Round up of Cryptocurrency News #2 Week 13/07 - 19/07
So much has happened this week! We saw a capitulation point of bitcoin before bears took over and we saw the selling pressure push Bitcoin down toward the $9000USD mark then move back up above $9100USD So far it has been a stable hold, however we may see some more action within the coming weeks.
Widespread scamming within the Twitter-sphere, Youtube and other platforms as Bitcoin and other cryptocurrencies may seem like fair game. Cryptocurrencies providing big payouts for scammers without the ability for reversals of accounts. Remember if something seems too good to be true, do some research or just plain do not respond/believe it. Stay safe and careful with your funds!
On the brightside, there has been even more adoption of cryptocurrencies as rumours of Paypal utilising cryptocurrency has been confirmed as they are developing crypto capabilities. In addition to this we received exciting news at the start of this week about Binance partnering with Swipe (SXP) and offering a debit card to spend BNB, SXP, BTC and BUSD. ( I will be keeping a swift eye on BNB and Swipe as its utilisation as tokens has just increased 43 fold).

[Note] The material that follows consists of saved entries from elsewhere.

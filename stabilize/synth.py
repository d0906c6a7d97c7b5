"""Procedural synthetic camera-motion clips with exact ground truth.

A large "world" image is drawn once from a seed, then a virtual camera flies over it: frame
``t`` is ``cv2.warpPerspective(world, G_t, (width, height))`` where ``G_t`` is the world→frame
homography of that frame. Everything that moves the image is generated from continuous time in
seconds, so the same spec sampled at 30 and at 60 fps shows the same camera at equal times.

Coordinate convention (used by the whole package)
-------------------------------------------------
Pixel coordinates are ``(x, y)``: x to the right, y down, origin at the *centre* of the top-left
pixel, so pixel column ``j``, row ``i`` has centre ``(j, i)``. This is OpenCV's convention for
``warpPerspective`` and ``remap``.

``world_to_frame[t]`` (``G_t``) maps world coordinates (pixels of the world canvas at nominal
scale, same convention) to pixel coordinates of frame ``t``.

``inter_frame[t]`` (``H_t``) maps pixel coordinates of frame ``t-1`` to frame ``t``: a scene point
seen at ``p`` in frame ``t-1`` is seen at ``H_t · p`` in frame ``t``. ``H_t = G_t · G_{t-1}^-1``
normalised to ``h33 = 1``; ``H_0`` is the identity; at a scene cut ``H_t`` is all-NaN. Hence
``cv2.warpPerspective(frame[t-1], H_t, (w, h))`` reproduces ``frame[t]`` wherever both frames see
the scene.

Frames are ``uint8`` RGB arrays of shape ``(height, width, 3)``.

Example::

    spec = SceneSpec(style="truss", width=640, height=360, fps=30.0, duration_s=3.0, seed=0,
                     shake=ShakeSpec.drone(), motion=MotionSpec(pan_px_s=40.0),
                     movers=movers_covering(0.05, 640, 360), telemetry=True, noise_sigma=2.0)
    clip = SyntheticClip(spec)
    for t, rgb in clip.frames():
        ...
    gt = clip.ground_truth()        # dict of numpy arrays, ready for np.savez
"""

from __future__ import annotations

import math
from collections.abc import Iterator
from dataclasses import dataclass, field
from typing import Literal

import cv2
import numpy as np

from .geometry import normalise, rescale

__all__ = [
    "HAZE_GREY",
    "MODELS",
    "STYLES",
    "TRUSS_DECK_FRAC",
    "MotionSpec",
    "Mover",
    "NoiseBand",
    "SceneSpec",
    "ShakeSpec",
    "Sinusoid",
    "SyntheticClip",
    "grid_transfer_error",
    "movers_covering",
]

Style = Literal["truss", "solar", "field"]
Model = Literal["translation", "similarity", "affine", "perspective"]
STYLES: tuple[str, ...] = ("truss", "solar", "field")
MODELS: tuple[str, ...] = ("translation", "similarity", "affine", "perspective")

#: In the "truss" world the deck surface (where vehicles drive) lies at this fraction of the
#: height of the initial shake-free view, measured from its top edge.
TRUSS_DECK_FRAC = 0.70

_CHANNELS = ("x_px", "y_px", "roll_deg", "zoom", "shear")
# Sampling rate used to bound the world canvas; independent of the clip's fps so that the world
# (and thus world_to_frame) is identical for every frame rate.
_BOUND_RATE_HZ = 200.0
_MAX_WORLD_PIXELS = 80_000_000


# --------------------------------------------------------------------------------------------
# Specs
# --------------------------------------------------------------------------------------------


@dataclass(frozen=True)
class Sinusoid:
    """One sinusoidal shake component; the phase of each channel is drawn from the clip seed.

    Amplitudes (peak): ``x_px``/``y_px`` camera displacement over the world in world pixels
    (≈ apparent image jitter in frame pixels at zoom 1; content moves the opposite way),
    ``roll_deg`` in degrees, ``zoom`` in natural-log zoom units (0.01 ≈ 1 %), ``shear``
    dimensionless (affine model only). ``freq_hz`` in hertz.
    """

    freq_hz: float
    x_px: float = 0.0
    y_px: float = 0.0
    roll_deg: float = 0.0
    zoom: float = 0.0
    shear: float = 0.0


@dataclass(frozen=True)
class NoiseBand:
    """Band-limited random shake between ``low_hz`` and ``high_hz`` (hertz).

    Realised as a sum of ``partials`` sinusoids with seeded random frequencies in the band and
    random phases, evaluated in continuous time (so it does not depend on the frame rate).
    Amplitudes are RMS values in the units of :class:`Sinusoid`.
    """

    low_hz: float
    high_hz: float
    x_px: float = 0.0
    y_px: float = 0.0
    roll_deg: float = 0.0
    zoom: float = 0.0
    shear: float = 0.0
    partials: int = 16


@dataclass(frozen=True)
class ShakeSpec:
    """Unintended camera motion: a sum of sinusoids and noise bands. ``ShakeSpec()`` is still."""

    sinusoids: tuple[Sinusoid, ...] = ()
    bands: tuple[NoiseBand, ...] = ()

    @classmethod
    def drone(
        cls,
        wind_px: float = 3.0,
        vibration_px: float = 0.3,
        drift_px: float = 4.0,
        roll_deg: float = 0.4,
        zoom: float = 0.003,
        shear: float = 0.002,
    ) -> ShakeSpec:
        """A small multirotor in gusty air.

        Wind buffeting 0.5–3 Hz (``wind_px`` RMS, ``roll_deg`` RMS roll, ``zoom`` RMS log-zoom,
        ``shear`` RMS shear), airframe vibration 5–12 Hz (``vibration_px`` RMS) with a rotor
        tone at 9 Hz, and slow gimbal drift 0.02–0.15 Hz (``drift_px`` RMS).
        """
        return cls(
            sinusoids=(Sinusoid(9.0, x_px=0.5 * vibration_px, y_px=0.5 * vibration_px),),
            bands=(
                NoiseBand(0.5, 3.0, x_px=wind_px, y_px=0.8 * wind_px, roll_deg=roll_deg,
                          zoom=zoom, shear=shear),
                NoiseBand(5.0, 12.0, x_px=vibration_px, y_px=vibration_px,
                          roll_deg=0.1 * roll_deg),
                NoiseBand(0.02, 0.15, x_px=drift_px, y_px=0.6 * drift_px,
                          roll_deg=0.5 * roll_deg, partials=4),
            ),
        )

    def scaled(self, factor: float) -> ShakeSpec:
        """The same shake with every amplitude multiplied by ``factor`` (phases unchanged)."""

        def sc(c):
            return type(c)(**{**c.__dict__, **{k: getattr(c, k) * factor for k in _CHANNELS}})

        return ShakeSpec(tuple(sc(s) for s in self.sinusoids), tuple(sc(b) for b in self.bands))


@dataclass(frozen=True)
class MotionSpec:
    """Deliberate (intended) camera motion, in seconds; all rates are per second.

    ``pan_px_s``: camera speed towards +x over the world, world px/s (content moves towards −x).
    ``climb_px_s``: camera speed towards −y (up), world px/s (content moves down).
    ``zoom``: initial frame px per world px; ``zoom_per_s``: natural-log zoom rate (> 0 zooms in).
    ``roll_deg`` / ``roll_deg_s``: rotation of the image content, degrees measured from +x towards
    +y (clockwise on screen), about the frame centre.
    ``shear`` / ``aspect`` (+ rates): affine model only; ``aspect`` is ln(x scale / y scale).
    ``tilt_x_deg`` / ``tilt_y_deg`` (+ rates): perspective model only; out-of-plane rotation of a
    camera over the planar scene; a positive value shifts content at the frame centre towards
    +x / +y by ``f·tan(angle)`` pixels (``f`` from ``SceneSpec.hfov_deg``).
    """

    pan_px_s: float = 40.0
    climb_px_s: float = 0.0
    zoom: float = 1.0
    zoom_per_s: float = 0.0
    roll_deg: float = 0.0
    roll_deg_s: float = 0.0
    shear: float = 0.0
    shear_per_s: float = 0.0
    aspect: float = 0.0
    aspect_per_s: float = 0.0
    tilt_x_deg: float = 0.0
    tilt_y_deg: float = 0.0
    tilt_x_deg_s: float = 0.0
    tilt_y_deg_s: float = 0.0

Positive news for the Bitcoin network as its hashrate reaches all time high which helps to secure the network further even though mining profits have dropped by 50% from the recent halving. If you didn't know already the last Bitcoin will be expected to be mined in 2140 with its difficulty ever increasing and each time securing the network further. Processing units will have to become faster, stronger and most importantly more cost effective to continue to entice miners for the block rewards and further renewable energy practices.
Furthermore we can see Central banks and countries discussing and developing Central Bank Digital Currencies (CBDC). Read more about it here https://www.investopedia.com/terms/c/central-bank-digital-currency-cbdc.asp and check out some of the developments in the world above. This shows the popularity and strong nature of cryptocurrencies. As the saying goes "If you cant beat them, JOIN them".
Overall, very solid week full of adoption, animation and anticipation. Another post next week for a weekly round up! See you then but in the mean time join us at our Gravychain Discord. - DISCORD LINK: https://discord.gg/zxXXyuJ 🍕 Bring some virtual pizza to share 🍕 Come have a chat, stimulate a discussion, ask a question or share some knowledge. We are all friendly crypto enthusiasts up for a chat, supportive and want to help each other with knowledge and investments! Big thanks to our Telegram and My Crypto HQ for the constant news updates! - The Gravychain Collective: https://t.me/gravychain - My Crypto HQ: https://t.me/My_Crypto_HQ Important/Notable/Highlights:
The coronavirus will accelerate the trend towards a cashless society (opinion article)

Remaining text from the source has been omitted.